I can honestly say that Michael Jackson did LOTS of influencing in my generation. He changed racist stances, changed music, changed dance, changed film, and raised the bar in just about every form of entertainment that there is. He brought so many people together just by the virtue of us all being his fans. I think anyone who turned on the TV and saw Michael dancing most likely had a hard time changing the channel and wondered as I did, "Man! How does he do that!?". I was 5 years old when the Thriller phenomenon hit and boy did it hit. I swear everything in our world was Michael Jackson. I have tried to imagine what having fame from early childhood would be like. Having to wear some veil or garb and bodyguards to go out in public without being mobbed does not sound like fun.

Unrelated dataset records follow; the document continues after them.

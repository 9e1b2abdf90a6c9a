import type { Knex } from 'knex';

// A product's minimum remaining life at receiving (days; 90 unless set), its supplier's code and its
// cost price in whole pence, for the receiving check and the reorder list. One ALTER of one table.
export async function up(knex: Knex): Promise<void> {
  await knex.schema.alterTable('products', (t) => {
    t.smallint('min_shelf_life_days').unsigned().notNullable().defaultTo(90);
    t.string('supplier_code', 60).nullable();
    t.integer('cost_price_pence').unsigned().nullable();
  });
}

export async function down(knex: Knex): Promise<void> {
  await knex.schema.alterTable('products', (t) => {
    t.dropColumn('min_shelf_life_days');
    t.dropColumn('supplier_code');
    t.dropColumn('cost_price_pence');
  });
}
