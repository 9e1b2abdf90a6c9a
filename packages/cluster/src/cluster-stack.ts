import { randomBytes } from 'node:crypto';
import { existsSync, mkdirSync, readFileSync, writeFileSync } from 'node:fs';
import type { Server } from 'node:http';
import { join } from 'node:path';
import { apiFiles, assertFilesExist, toolFiles } from '@heatfleet/devstack/src/api-files.ts';
import type { Lifecycle } from '@heatfleet/devstack/src/lifecycle.ts';
import { startMailCatcher, type MailCatcher } from '@heatfleet/devstack/src/mail-catcher.ts';
import { ensureDatabase, runMariadbSql } from '@heatfleet/devstack/src/mariadb.ts';
import { startObjectStore, type ObjectStore } from '@heatfleet/devstack/src/object-store.ts';
import {
  assertPortsFree,
  httpAnswers200,
  nodeTsArgs,
  runStep,
  startService,
  waitUntil,
  type Service,
} from '@heatfleet/devstack/src/processes.ts';
import { repoRoot } from '@heatfleet/devstack/src/repo-root.ts';
import { createMonitorUserSql, startCheckAgent } from './check-agent.ts';
import { cluster, clusterEnv, type GaleraNode, type RedisNode } from './cluster-profile.ts';
import { chooseBootstrapNode, startNode, stopNode } from './galera.ts';
import { startHaproxy } from './haproxy.ts';
import { startRedisNode, startSentinel, waitForRedis } from './redis-sentinel.ts';

function sessionSecret(): string {
  const file = join(cluster.dataDir, 'session-secret');
  if (existsSync(file)) return readFileSync(file, 'utf8').trim();
  const secret = randomBytes(32).toString('hex');
  writeFileSync(file, `${secret}\n`, { mode: 0o600 });
  return secret;
}

const seconds = (ms: number) => `${(ms / 1000).toFixed(1)} s`;

/**
 * Every part of the cluster on loopback, each with a handle so a drill can take it away and bring it back.
 * Everything started here is stopped through the lifecycle, newest first: the app, then Redis, HAProxy, and the
 * Galera nodes one at a time (the last to stop is the one marked safe to start the cluster again).
 */
export class ClusterStack {
  readonly apis: (Service | null)[] = cluster.apiPorts.map(() => null);
  readonly workers: Service[] = [];
  readonly redis = new Map<string, Service>();
  mail: MailCatcher | null = null;
  objectStore: ObjectStore | null = null;
  env: Record<string, string> = {};

  constructor(
    private readonly life: Lifecycle,
    private readonly say: (line: string) => void,
    private readonly options: { dbName: string; recreateDatabase: boolean },
  ) {}

  async start(): Promise<void> {
    assertFilesExist([apiFiles.dbCli, apiFiles.server, apiFiles.worker]);
    mkdirSync(cluster.logDir, { recursive: true });
    await assertPortsFree([
      ...cluster.galera.flatMap((n) => [
        { port: n.sqlPort, what: `${n.name} SQL` },
        { port: n.gcommPort, what: `${n.name} group communication` },
        { port: n.checkPort, what: `${n.name} check agent` },
      ]),
      { port: cluster.proxy.sqlPort, what: 'HAProxy (SQL)' },
      { port: cluster.proxy.apiPort, what: 'HAProxy (API)' },
      ...[...cluster.redis, ...cluster.sentinels].map((r) => ({ port: r.port, what: r.name })),
      ...cluster.apiPorts.map((port) => ({ port, what: 'an API replica' })),
      { port: cluster.smtpPort, what: 'the mail catcher' },
      { port: cluster.s3.port, what: 'the object store' },
    ]);
    this.env = clusterEnv(sessionSecret(), { DATABASE_NAME: this.options.dbName });
    await this.startGalera();
    await this.startProxy();
    await this.startRedis();
    await this.startMailAndFiles();
    await this.migrate();
    await this.startApp();
  }

  private async startGalera(): Promise<void> {
    const first = chooseBootstrapNode();
    const began = Date.now();
    const boot = await startNode(first, { bootstrap: true });
    await this.life.add(first.name, () => stopNode(first));
    this.say(`Galera: ${first.name} started a new primary component in ${seconds(boot.ms)}`);
    await ensureDatabase(first, { dbName: this.options.dbName, recreate: this.options.recreateDatabase });
    await runMariadbSql(first, createMonitorUserSql);
    for (const node of cluster.galera.filter((n) => n !== first)) {
      const joined = await startNode(node, { bootstrap: false });
      await this.life.add(node.name, () => stopNode(node));
      this.say(`Galera: ${node.name} joined and synced in ${seconds(joined.ms)}`);
    }
    this.say(`Galera: 3 nodes synced after ${seconds(Date.now() - began)} (data in ${cluster.dataDir}/galera)`);
  }

  private async startProxy(): Promise<void> {
    const agents: Server[] = [];
    for (const node of cluster.galera) agents.push(await startCheckAgent(node));
    await this.life.add('the check agents', async () => {
      await Promise.all(agents.map((a) => new Promise((resolve) => a.close(resolve))));
    });
    const haproxy = startHaproxy();
    await this.life.add('HAProxy', () => haproxy.stop());
    await waitUntil('HAProxy writer port', () => this.writerAnswers(), { timeoutMs: 30_000, intervalMs: 250 });
    this.say(
      `HAProxy: SQL on ${cluster.proxy.sqlPort} (one writer, two backups), API on ${cluster.proxy.apiPort}, stats http://127.0.0.1:${cluster.proxy.statsPort}/`,
    );
  }

  private async writerAnswers(): Promise<boolean> {
    const { createConnection } = await import('mysql2/promise');
    try {
      const c = await createConnection({
        host: '127.0.0.1',
        port: cluster.proxy.sqlPort,
        user: this.env.DATABASE_USER,
        password: this.env.DATABASE_PASSWORD,
        connectTimeout: 1_000,
      });
      c.destroy();
      return true;
    } catch {
      return false;
    }
  }

  async startRedisNode(node: RedisNode): Promise<void> {
    const service = startRedisNode(node);
    this.redis.set(node.name, service);
    await this.life.add(node.name, () => this.redis.get(node.name)?.stop() ?? Promise.resolve());
    await waitForRedis(node);
  }

  private async startRedis(): Promise<void> {
    for (const node of cluster.redis) await this.startRedisNode(node);
    for (const sentinel of cluster.sentinels) {
      const service = startSentinel(sentinel);
      this.redis.set(sentinel.name, service);
      await this.life.add(sentinel.name, () => service.stop());
      await waitForRedis(sentinel);
    }
    this.say(
      `Redis: ${cluster.redis.map((r) => r.port).join(' and ')} (one master, one replica), Sentinels on ${cluster.sentinels.map((s) => s.port).join(', ')} (quorum ${cluster.master.quorum})`,
    );
  }

  private async startMailAndFiles(): Promise<void> {
    this.mail = await startMailCatcher({ port: cluster.smtpPort, outboxDir: cluster.outboxDir });
    await this.life.add('the mail catcher', () => this.mail?.close() ?? Promise.resolve());
    this.objectStore = await startObjectStore({
      port: cluster.s3.port,
      dataDir: cluster.s3.dataDir,
      bucket: cluster.s3.bucket,
    });
    await this.life.add('the object store', () => this.objectStore?.close() ?? Promise.resolve());
  }

  /** Once, through the single writer, before any replica starts: never from each replica (they would race). */
  private async migrate(): Promise<void> {
    const env = { ...process.env, ...this.env };
    for (const [title, args] of [
      ['Migrating (once, through HAProxy)', ['migrate']],
      ['Seeding the demo firms (only the first time)', ['seed']],
    ] as const) {
      this.life.assertRunning();
      this.say(`${title}…`);
      const code = await runStep(process.execPath, nodeTsArgs(apiFiles.dbCli, [...args]), { env, cwd: repoRoot });
      if (code !== 0) throw new Error(`${title} failed (exit ${code}).`);
    }
    if (!existsSync(join(cluster.distDir, 'index.html'))) {
      this.say('Building the client…');
      const code = await runStep(process.execPath, [toolFiles.vite, 'build', '--logLevel', 'warn'], {
        env: { ...process.env, NODE_ENV: 'production' },
        cwd: repoRoot,
      });
      if (code !== 0) throw new Error(`Building the client failed (exit ${code}).`);
    }
  }

  startApi(index: number): Service {
    const port = cluster.apiPorts[index]!;
    const service = startService({
      name: `api${index + 1}`,
      command: process.execPath,
      args: nodeTsArgs(apiFiles.server),
      env: { ...process.env, ...this.env, PORT: String(port) },
      logFile: join(cluster.logDir, `api${index + 1}.log`),
      quiet: true,
    });
    this.apis[index] = service;
    return service;
  }

  async waitForApi(index: number): Promise<void> {
    const service = this.apis[index]!;
    const url = `http://127.0.0.1:${cluster.apiPorts[index]}/api/health`;
    await waitUntil(url, () => httpAnswers200(url), {
      timeoutMs: 180_000,
      intervalMs: 500,
      failEarly: () => (service.hasExited() ? `${service.name} exited; its log: ${service.logFile}` : null),
    });
  }

  private async startApp(): Promise<void> {
    for (let i = 0; i < cluster.apiPorts.length; i += 1) {
      this.startApi(i);
      await this.life.add(`api${i + 1}`, () => this.apis[i]?.stop() ?? Promise.resolve());
    }
    for (let i = 0; i < cluster.workers; i += 1) {
      const worker = startService({
        name: `worker${i + 1}`,
        command: process.execPath,
        args: nodeTsArgs(apiFiles.worker),
        env: { ...process.env, ...this.env },
        logFile: join(cluster.logDir, `worker${i + 1}.log`),
        quiet: true,
      });
      this.workers.push(worker);
      await this.life.add(worker.name, () => worker.stop());
    }
    for (let i = 0; i < cluster.apiPorts.length; i += 1) await this.waitForApi(i);
    const url = `http://127.0.0.1:${cluster.proxy.apiPort}/api/health`;
    await waitUntil('the API through HAProxy', () => httpAnswers200(url), { timeoutMs: 30_000, intervalMs: 250 });
    this.say(
      `API: ${cluster.apiPorts.length} replicas on ${cluster.apiPorts.join(', ')} behind http://localhost:${cluster.proxy.apiPort}; ${cluster.workers} workers`,
    );
  }

  galeraNode(name: string): GaleraNode {
    const node = cluster.galera.find((n) => n.name === name);
    if (!node) throw new Error(`No Galera node ${name}`);
    return node;
  }
}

He wouldn't be able to go to the local hobby shop and ask questions about trains. It is like being a prisoner from the public and heck, most prisoners want nothing more than to be out in the public again. Having an ultra-abusive father did him no favors. Not to mention he was a Virgo, of course he was different, child-like, wanted to change his appearance, and had effeminate qualities lol. I remember reading in the paper when the allegations came about. His Mother broke down into tears when he told one prosecutor about how during the Thriller days he would dress up in a wig and moustache and walk the streets near his home and talk to complete strangers just to have a normal conversation with somdbody. Most people knew it was him because of his high pitch voice though. It is hard not to empathize with that unless you are just cold-hearted as many people are. I would like to think that Michael had a good life though in spite of an entire life of stardom. It is understandable wanting to recapture a youth that you never got vicariously through other children no matter how bizarre it looks to all of us average people. But Michael Jackson was anything but average. All in all I think he was a very good person and carried a tremendous weight of so many earthly burdens very well. Here are a few of my favorites:

http://www.youtube.com/watch?v=VqeADZgjtpY 
(WARNING: This video contains a very graphic image of a hunter taking a fatal swing with the butt of a gun at a baby seal)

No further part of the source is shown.